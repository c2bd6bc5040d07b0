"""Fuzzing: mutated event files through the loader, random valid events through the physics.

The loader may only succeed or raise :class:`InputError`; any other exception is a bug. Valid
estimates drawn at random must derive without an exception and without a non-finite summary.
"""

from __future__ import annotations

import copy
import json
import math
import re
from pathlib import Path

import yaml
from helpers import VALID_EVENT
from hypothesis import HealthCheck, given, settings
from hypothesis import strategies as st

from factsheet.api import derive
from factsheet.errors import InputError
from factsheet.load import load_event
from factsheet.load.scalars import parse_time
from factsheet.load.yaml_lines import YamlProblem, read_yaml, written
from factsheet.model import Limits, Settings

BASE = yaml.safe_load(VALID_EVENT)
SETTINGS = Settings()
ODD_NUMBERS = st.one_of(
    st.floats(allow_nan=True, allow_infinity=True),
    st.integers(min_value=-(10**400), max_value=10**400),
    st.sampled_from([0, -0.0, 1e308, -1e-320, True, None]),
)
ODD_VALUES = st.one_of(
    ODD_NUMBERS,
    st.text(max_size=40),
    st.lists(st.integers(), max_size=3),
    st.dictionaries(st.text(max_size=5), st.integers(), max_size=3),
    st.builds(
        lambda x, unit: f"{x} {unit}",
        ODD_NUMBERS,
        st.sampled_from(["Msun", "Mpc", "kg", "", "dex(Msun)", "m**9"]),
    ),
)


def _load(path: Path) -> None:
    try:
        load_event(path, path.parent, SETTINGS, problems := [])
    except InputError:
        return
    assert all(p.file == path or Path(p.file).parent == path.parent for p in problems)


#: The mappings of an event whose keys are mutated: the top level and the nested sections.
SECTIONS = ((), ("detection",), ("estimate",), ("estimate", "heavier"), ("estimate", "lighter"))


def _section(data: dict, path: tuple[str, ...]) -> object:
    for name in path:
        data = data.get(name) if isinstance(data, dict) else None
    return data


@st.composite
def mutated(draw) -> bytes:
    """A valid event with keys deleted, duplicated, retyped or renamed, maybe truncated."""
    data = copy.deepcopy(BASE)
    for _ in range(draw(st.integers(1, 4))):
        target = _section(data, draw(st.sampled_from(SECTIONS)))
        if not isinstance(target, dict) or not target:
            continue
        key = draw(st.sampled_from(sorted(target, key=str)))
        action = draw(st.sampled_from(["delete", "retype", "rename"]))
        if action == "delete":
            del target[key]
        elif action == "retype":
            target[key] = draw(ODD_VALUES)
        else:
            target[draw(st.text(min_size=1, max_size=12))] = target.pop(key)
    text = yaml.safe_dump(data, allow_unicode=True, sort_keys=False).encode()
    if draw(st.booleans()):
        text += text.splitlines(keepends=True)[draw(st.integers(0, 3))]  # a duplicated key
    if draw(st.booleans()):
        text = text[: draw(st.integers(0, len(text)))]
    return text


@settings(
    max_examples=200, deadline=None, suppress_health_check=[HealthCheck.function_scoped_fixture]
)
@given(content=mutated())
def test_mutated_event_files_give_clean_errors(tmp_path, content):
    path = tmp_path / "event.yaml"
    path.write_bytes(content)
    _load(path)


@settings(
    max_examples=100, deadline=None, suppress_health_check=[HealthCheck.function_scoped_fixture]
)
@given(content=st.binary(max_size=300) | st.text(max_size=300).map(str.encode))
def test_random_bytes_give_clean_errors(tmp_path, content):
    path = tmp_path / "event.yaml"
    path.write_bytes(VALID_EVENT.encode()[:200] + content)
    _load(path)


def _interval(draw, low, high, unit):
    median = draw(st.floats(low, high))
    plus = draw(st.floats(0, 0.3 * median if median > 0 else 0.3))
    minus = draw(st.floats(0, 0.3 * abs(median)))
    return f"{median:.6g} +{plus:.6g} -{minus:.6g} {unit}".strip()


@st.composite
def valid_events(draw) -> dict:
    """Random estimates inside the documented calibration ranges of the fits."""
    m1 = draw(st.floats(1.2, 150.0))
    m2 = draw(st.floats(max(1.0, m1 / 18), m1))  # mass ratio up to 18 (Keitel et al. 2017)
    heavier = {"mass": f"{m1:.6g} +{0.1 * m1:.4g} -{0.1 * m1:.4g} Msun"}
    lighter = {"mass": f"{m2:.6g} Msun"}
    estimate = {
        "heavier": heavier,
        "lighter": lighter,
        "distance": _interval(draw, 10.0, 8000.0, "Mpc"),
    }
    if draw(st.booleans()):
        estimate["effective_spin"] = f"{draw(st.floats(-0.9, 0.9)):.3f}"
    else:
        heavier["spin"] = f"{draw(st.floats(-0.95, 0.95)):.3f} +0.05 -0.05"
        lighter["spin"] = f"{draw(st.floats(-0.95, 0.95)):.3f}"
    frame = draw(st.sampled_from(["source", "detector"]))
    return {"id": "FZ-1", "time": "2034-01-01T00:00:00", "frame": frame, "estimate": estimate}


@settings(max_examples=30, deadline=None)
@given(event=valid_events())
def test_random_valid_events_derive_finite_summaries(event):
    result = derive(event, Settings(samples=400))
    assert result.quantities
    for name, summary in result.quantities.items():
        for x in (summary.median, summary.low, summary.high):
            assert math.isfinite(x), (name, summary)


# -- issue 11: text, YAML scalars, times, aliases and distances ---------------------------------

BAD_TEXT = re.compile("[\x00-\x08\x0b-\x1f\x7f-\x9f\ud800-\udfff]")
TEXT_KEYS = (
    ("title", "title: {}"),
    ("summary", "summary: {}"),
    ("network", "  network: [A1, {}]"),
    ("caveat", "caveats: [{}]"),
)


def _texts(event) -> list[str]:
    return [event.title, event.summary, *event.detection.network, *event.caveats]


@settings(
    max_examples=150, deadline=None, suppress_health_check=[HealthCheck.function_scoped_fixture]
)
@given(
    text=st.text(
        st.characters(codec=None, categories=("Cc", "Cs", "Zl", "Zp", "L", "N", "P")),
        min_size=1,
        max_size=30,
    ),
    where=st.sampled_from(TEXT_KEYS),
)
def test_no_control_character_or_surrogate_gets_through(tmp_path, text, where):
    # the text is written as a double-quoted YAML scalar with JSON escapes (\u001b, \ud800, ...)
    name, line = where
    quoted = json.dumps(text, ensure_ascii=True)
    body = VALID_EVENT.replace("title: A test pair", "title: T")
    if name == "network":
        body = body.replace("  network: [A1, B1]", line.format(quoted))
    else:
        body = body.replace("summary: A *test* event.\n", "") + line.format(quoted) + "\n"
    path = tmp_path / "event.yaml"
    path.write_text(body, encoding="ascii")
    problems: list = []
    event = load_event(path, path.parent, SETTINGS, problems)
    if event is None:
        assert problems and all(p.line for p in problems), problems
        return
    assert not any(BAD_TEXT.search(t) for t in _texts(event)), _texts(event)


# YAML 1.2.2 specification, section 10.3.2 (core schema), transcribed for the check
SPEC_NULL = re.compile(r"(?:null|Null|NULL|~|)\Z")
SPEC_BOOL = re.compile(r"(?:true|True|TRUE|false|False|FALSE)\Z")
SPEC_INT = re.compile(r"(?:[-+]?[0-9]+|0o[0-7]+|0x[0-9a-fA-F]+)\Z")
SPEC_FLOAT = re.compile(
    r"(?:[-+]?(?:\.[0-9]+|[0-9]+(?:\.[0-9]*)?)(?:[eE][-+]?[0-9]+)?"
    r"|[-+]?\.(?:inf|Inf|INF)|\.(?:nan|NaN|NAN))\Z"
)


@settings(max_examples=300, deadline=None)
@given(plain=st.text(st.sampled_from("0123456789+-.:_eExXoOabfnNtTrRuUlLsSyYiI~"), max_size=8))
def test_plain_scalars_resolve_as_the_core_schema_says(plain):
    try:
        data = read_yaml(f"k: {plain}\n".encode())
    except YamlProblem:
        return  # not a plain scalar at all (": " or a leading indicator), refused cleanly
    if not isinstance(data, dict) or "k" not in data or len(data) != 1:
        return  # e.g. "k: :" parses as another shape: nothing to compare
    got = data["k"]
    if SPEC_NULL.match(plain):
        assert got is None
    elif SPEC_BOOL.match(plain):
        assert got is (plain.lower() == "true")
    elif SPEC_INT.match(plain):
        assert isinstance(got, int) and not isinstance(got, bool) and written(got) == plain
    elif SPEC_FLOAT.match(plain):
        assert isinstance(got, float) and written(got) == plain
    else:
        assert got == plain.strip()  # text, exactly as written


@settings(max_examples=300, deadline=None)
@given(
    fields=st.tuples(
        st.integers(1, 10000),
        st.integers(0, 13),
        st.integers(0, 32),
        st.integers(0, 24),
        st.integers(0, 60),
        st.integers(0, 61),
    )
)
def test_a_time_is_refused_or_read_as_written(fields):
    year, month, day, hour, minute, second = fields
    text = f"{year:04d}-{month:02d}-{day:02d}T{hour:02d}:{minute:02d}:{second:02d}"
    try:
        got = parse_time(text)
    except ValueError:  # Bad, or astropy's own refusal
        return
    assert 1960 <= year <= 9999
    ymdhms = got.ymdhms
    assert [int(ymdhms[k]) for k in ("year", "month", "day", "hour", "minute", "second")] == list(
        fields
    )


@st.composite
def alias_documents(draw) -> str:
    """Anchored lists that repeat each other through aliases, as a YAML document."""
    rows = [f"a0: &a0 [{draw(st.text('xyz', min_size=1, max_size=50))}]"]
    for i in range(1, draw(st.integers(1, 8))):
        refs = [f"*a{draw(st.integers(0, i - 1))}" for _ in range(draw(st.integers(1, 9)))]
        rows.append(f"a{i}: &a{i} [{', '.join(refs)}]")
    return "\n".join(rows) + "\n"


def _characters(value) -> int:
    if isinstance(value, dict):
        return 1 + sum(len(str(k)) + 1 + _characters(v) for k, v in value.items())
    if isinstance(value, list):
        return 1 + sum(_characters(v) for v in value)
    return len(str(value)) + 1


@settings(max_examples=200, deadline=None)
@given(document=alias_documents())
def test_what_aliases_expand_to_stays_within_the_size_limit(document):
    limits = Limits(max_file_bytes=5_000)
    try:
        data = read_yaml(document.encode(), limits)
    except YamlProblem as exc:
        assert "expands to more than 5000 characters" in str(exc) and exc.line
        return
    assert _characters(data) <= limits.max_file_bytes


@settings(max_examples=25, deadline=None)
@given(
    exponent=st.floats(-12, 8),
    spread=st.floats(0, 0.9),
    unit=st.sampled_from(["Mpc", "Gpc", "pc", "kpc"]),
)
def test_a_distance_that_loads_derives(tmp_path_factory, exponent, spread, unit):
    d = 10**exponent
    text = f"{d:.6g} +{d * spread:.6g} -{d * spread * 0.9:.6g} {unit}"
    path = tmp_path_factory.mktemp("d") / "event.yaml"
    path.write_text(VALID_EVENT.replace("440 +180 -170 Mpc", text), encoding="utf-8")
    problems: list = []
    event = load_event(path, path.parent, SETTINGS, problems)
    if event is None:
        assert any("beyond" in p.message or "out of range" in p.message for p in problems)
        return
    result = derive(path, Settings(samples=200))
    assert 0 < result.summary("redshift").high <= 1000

> _PROBLEM DETAILS_:
An exact copy of the lines above, from the one containing "return len(str(value)) + 1" down to the one containing "except YamlProblem as" and including both, is the whole answer; retype it and nothing else.

> _ANSWER SECTION_:
    return len(str(value)) + 1


@settings(max_examples=200, deadline=None)
@given(document=alias_documents())
def test_what_aliases_expand_to_stays_within_the_size_limit(document):
    limits = Limits(max_file_bytes=5_000)
    try:
        data = read_yaml(document.encode(), limits)
    except YamlProblem as exc:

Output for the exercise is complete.